- _WHAT TO PRODUCE_
Reproduce only the lines that run from the line containing "where refused */" to the end of the entries below, exactly as they stand.

Segment Start: RECORDS FOR PROCESSING

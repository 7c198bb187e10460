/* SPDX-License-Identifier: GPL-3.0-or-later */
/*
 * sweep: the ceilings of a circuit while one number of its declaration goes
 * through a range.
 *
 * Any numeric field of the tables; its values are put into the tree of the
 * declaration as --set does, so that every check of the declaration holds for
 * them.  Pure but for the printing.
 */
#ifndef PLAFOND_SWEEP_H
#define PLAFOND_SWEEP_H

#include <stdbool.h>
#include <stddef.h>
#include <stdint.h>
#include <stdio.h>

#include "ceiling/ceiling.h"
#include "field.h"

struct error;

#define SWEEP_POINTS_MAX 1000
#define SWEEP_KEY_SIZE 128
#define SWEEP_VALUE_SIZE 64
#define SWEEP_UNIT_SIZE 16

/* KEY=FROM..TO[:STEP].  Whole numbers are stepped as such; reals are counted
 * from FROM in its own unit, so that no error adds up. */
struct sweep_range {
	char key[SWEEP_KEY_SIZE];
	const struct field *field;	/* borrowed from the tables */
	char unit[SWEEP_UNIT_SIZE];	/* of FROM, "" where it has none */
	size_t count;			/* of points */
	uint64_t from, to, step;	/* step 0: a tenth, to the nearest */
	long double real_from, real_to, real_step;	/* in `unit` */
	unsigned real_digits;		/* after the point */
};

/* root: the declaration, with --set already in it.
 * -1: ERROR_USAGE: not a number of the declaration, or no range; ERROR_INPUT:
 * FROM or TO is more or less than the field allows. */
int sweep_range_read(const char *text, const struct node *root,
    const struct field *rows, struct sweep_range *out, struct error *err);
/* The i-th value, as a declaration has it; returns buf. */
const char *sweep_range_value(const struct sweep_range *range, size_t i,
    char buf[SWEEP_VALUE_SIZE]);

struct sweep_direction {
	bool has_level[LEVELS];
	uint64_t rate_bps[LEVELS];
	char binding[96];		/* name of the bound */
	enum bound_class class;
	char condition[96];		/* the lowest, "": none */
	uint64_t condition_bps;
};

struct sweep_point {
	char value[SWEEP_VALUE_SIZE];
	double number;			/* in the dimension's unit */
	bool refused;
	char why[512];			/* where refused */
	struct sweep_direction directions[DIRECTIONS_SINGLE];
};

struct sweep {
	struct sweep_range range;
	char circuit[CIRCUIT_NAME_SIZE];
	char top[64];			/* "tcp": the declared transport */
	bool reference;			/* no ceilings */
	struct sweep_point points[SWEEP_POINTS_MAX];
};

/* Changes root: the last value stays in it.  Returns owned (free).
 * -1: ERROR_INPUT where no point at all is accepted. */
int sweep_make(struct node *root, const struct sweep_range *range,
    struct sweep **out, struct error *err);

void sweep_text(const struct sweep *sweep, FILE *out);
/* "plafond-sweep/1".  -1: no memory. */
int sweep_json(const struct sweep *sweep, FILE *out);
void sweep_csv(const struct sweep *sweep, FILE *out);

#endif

Segment End: RECORDS FOR PROCESSING

- _ANSWER SECTION_
	char why[512];			/* where refused */
	struct sweep_direction directions[DIRECTIONS_SINGLE];
};

struct sweep {
	struct sweep_range range;
	char circuit[CIRCUIT_NAME_SIZE];
	char top[64];			/* "tcp": the declared transport */
	bool reference;			/* no ceilings */
	struct sweep_point points[SWEEP_POINTS_MAX];
};

/* Changes root: the last value stays in it.  Returns owned (free).
 * -1: ERROR_INPUT where no point at all is accepted. */
int sweep_make(struct node *root, const struct sweep_range *range,
    struct sweep **out, struct error *err);

void sweep_text(const struct sweep *sweep, FILE *out);
/* "plafond-sweep/1".  -1: no memory. */
int sweep_json(const struct sweep *sweep, FILE *out);
void sweep_csv(const struct sweep *sweep, FILE *out);

#endif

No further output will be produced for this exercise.